[DATA TO PROCESS — start]
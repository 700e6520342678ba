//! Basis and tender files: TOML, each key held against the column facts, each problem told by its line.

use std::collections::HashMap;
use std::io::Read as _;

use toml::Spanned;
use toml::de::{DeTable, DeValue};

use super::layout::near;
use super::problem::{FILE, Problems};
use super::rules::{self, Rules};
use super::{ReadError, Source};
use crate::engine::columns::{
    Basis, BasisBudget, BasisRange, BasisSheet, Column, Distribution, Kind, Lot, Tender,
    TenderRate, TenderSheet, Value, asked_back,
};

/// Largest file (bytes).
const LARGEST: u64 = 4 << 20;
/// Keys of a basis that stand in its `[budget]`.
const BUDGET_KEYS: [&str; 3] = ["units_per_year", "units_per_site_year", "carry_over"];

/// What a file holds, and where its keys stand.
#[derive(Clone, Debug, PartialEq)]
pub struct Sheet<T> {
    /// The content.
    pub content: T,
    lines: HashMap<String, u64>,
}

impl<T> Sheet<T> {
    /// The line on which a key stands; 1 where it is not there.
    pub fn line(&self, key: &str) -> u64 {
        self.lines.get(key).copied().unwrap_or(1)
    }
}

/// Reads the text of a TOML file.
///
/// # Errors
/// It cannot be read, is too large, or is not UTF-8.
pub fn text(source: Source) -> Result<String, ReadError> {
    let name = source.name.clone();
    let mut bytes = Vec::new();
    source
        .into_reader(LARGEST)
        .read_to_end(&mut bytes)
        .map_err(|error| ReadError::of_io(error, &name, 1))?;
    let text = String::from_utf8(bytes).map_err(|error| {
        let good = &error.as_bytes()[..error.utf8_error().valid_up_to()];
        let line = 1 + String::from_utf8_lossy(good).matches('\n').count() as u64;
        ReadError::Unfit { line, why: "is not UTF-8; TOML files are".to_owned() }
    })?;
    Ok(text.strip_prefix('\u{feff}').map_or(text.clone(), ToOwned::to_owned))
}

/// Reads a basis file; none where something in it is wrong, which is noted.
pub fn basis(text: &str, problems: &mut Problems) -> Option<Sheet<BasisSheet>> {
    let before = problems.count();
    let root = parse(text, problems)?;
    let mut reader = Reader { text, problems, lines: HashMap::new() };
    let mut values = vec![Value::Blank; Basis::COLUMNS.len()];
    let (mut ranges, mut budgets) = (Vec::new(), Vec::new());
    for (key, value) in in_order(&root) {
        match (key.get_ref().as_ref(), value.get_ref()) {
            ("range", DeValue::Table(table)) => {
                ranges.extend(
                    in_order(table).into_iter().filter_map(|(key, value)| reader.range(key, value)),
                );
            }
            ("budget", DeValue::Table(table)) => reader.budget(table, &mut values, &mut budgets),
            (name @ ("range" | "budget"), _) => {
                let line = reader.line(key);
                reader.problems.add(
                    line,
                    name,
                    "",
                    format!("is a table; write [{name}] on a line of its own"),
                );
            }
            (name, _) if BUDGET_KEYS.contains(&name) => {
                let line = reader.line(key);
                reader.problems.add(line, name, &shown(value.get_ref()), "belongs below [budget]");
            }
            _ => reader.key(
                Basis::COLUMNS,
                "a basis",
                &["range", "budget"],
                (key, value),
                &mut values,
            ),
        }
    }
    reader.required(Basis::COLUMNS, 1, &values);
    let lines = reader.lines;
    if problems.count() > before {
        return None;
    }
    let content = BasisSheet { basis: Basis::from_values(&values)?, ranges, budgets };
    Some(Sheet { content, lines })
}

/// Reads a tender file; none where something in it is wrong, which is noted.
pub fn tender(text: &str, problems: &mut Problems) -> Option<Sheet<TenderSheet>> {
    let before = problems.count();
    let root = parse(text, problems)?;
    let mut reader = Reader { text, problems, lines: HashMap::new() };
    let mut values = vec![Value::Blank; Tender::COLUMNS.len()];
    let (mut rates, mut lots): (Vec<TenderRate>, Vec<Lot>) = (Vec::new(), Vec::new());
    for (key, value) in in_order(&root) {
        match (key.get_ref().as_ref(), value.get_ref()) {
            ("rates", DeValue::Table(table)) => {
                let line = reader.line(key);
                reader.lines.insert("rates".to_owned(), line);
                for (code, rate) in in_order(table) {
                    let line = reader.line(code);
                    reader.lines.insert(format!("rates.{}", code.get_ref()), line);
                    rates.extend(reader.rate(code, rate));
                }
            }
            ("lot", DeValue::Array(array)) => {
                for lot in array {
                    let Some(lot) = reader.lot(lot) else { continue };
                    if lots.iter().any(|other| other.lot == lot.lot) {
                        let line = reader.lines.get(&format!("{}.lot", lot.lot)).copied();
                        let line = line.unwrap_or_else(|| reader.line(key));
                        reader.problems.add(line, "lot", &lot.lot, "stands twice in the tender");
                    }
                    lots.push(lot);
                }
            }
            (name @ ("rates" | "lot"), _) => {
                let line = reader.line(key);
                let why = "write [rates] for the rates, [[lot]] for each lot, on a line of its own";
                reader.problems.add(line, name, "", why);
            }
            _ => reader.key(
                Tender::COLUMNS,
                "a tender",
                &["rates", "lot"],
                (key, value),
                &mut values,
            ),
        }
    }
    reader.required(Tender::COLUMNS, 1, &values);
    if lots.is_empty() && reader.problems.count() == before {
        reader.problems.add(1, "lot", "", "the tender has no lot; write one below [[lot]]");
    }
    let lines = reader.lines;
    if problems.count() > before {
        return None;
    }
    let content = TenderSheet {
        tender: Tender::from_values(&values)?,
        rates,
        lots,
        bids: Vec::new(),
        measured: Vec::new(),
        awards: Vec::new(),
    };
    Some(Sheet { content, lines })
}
[DATA TO PROCESS — finish]
[DATA TO PROCESS — start]
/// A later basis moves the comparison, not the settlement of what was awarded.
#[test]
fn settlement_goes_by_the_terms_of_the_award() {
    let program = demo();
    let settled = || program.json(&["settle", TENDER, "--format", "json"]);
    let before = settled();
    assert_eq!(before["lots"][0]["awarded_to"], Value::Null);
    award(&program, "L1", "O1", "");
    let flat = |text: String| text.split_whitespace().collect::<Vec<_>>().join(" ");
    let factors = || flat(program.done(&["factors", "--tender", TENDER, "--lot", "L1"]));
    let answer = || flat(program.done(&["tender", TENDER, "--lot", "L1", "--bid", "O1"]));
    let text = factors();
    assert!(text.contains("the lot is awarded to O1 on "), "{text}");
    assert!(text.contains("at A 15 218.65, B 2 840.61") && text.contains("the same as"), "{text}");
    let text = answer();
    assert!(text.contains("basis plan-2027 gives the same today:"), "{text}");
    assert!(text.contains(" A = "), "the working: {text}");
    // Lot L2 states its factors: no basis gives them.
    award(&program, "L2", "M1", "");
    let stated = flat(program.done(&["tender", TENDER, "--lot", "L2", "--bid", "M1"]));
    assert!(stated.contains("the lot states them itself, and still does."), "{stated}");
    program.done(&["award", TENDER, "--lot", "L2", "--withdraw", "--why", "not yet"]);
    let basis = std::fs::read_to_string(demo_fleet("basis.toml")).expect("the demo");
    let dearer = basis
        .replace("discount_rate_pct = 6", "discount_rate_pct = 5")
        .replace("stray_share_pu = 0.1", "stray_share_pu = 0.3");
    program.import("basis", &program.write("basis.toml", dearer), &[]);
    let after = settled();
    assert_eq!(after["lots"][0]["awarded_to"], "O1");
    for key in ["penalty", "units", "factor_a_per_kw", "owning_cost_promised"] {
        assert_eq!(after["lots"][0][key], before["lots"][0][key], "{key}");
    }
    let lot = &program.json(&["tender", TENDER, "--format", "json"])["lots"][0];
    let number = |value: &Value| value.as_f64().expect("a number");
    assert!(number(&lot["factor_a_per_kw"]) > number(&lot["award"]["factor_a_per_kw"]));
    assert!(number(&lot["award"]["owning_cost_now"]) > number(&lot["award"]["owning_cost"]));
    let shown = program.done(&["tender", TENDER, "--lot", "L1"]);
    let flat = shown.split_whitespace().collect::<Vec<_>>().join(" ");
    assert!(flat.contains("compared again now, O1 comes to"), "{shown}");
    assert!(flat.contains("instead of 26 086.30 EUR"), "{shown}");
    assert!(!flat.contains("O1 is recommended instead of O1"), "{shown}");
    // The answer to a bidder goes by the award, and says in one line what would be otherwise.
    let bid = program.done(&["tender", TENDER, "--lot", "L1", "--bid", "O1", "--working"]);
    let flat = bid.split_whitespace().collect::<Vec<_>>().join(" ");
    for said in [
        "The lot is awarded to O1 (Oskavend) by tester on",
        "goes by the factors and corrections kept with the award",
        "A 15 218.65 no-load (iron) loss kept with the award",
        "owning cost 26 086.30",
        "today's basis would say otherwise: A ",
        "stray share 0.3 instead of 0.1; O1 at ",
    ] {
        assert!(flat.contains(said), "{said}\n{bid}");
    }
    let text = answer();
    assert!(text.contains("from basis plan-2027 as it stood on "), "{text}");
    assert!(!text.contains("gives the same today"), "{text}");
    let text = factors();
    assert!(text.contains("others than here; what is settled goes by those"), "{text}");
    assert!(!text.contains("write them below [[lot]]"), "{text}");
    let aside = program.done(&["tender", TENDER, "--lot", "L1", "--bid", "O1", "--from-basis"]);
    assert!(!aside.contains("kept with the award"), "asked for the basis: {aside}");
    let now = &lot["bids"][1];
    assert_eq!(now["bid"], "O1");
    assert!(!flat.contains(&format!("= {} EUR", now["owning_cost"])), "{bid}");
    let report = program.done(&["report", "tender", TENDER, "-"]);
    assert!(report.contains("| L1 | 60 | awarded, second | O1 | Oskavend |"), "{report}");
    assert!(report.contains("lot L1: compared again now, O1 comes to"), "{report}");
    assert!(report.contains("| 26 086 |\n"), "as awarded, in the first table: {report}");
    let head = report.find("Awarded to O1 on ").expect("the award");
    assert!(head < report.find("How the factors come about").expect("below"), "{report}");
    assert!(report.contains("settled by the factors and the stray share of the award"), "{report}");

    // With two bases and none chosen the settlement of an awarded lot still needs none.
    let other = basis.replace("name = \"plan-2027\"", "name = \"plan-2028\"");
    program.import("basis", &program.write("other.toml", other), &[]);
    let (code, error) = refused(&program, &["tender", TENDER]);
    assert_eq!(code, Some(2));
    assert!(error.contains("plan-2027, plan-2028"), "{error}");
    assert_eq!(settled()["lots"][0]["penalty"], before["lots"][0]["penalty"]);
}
[DATA TO PROCESS — finish]
[DATA TO PROCESS — start]
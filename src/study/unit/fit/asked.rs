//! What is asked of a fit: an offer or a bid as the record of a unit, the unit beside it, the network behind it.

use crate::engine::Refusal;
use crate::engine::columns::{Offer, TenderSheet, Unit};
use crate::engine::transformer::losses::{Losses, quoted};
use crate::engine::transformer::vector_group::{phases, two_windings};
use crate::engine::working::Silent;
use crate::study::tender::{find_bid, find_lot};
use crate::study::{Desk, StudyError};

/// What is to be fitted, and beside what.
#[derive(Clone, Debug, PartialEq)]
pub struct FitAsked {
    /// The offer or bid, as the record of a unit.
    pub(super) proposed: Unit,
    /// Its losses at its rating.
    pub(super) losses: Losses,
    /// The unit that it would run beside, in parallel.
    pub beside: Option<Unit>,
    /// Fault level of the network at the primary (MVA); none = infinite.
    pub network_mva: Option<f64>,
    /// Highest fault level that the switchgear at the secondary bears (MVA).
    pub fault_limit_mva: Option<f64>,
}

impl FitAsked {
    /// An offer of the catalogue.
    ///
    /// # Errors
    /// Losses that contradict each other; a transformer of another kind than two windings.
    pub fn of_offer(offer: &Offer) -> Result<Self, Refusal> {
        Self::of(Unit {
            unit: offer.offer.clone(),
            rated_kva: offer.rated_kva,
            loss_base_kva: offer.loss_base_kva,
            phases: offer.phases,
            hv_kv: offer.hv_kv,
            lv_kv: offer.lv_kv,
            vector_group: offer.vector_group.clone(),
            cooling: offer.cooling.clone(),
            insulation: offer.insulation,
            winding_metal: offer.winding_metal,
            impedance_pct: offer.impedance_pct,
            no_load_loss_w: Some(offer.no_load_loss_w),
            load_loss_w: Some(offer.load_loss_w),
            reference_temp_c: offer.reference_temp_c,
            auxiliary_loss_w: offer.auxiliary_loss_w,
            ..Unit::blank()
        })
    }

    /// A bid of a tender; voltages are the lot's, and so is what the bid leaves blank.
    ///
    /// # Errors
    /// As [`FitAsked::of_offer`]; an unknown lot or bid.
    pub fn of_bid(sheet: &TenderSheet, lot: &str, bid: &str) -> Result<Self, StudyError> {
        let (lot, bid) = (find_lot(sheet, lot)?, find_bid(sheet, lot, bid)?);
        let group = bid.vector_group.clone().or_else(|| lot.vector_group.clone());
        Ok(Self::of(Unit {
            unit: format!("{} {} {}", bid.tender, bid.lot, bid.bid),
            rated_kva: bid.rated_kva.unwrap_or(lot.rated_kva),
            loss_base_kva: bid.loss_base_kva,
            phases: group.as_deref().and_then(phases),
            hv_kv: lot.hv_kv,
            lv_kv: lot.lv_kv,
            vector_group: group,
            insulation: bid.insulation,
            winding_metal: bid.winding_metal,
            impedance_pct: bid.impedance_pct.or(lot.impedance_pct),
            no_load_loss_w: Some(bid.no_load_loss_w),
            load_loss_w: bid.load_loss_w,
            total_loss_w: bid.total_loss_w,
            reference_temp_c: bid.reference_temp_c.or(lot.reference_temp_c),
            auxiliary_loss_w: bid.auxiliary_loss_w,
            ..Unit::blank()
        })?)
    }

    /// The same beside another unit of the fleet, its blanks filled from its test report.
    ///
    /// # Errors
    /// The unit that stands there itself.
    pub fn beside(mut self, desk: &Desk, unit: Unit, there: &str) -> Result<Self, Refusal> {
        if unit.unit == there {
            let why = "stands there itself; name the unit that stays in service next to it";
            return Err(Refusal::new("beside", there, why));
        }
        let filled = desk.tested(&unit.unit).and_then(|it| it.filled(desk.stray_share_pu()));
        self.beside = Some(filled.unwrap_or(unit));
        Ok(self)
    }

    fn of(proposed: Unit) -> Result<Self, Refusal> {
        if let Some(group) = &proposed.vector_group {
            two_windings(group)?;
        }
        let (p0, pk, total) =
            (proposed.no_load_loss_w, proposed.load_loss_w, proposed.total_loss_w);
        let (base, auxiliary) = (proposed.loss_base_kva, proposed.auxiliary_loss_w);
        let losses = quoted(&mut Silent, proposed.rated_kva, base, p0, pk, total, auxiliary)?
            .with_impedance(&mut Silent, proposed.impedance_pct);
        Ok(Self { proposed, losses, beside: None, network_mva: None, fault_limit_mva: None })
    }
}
[DATA TO PROCESS — finish]
**ASSIGNMENT**: Reproduce verbatim only the segment of the listing bounded by the line containing "repository 700e6520342678ba" and the line containing "const BUDGET_KEYS: [&str;", with both boundary lines included.

**YOUR RESPONSE**:
repository 700e6520342678ba
//! Basis and tender files: TOML, each key held against the column facts, each problem told by its line.

use std::collections::HashMap;
use std::io::Read as _;

use toml::Spanned;
use toml::de::{DeTable, DeValue};

use super::layout::near;
use super::problem::{FILE, Problems};
use super::rules::{self, Rules};
use super::{ReadError, Source};
use crate::engine::columns::{
    Basis, BasisBudget, BasisRange, BasisSheet, Column, Distribution, Kind, Lot, Tender,
    TenderRate, TenderSheet, Value, asked_back,
};

/// Largest file (bytes).
const LARGEST: u64 = 4 << 20;
/// Keys of a basis that stand in its `[budget]`.
const BUDGET_KEYS: [&str; 3] = ["units_per_year", "units_per_site_year", "carry_over"];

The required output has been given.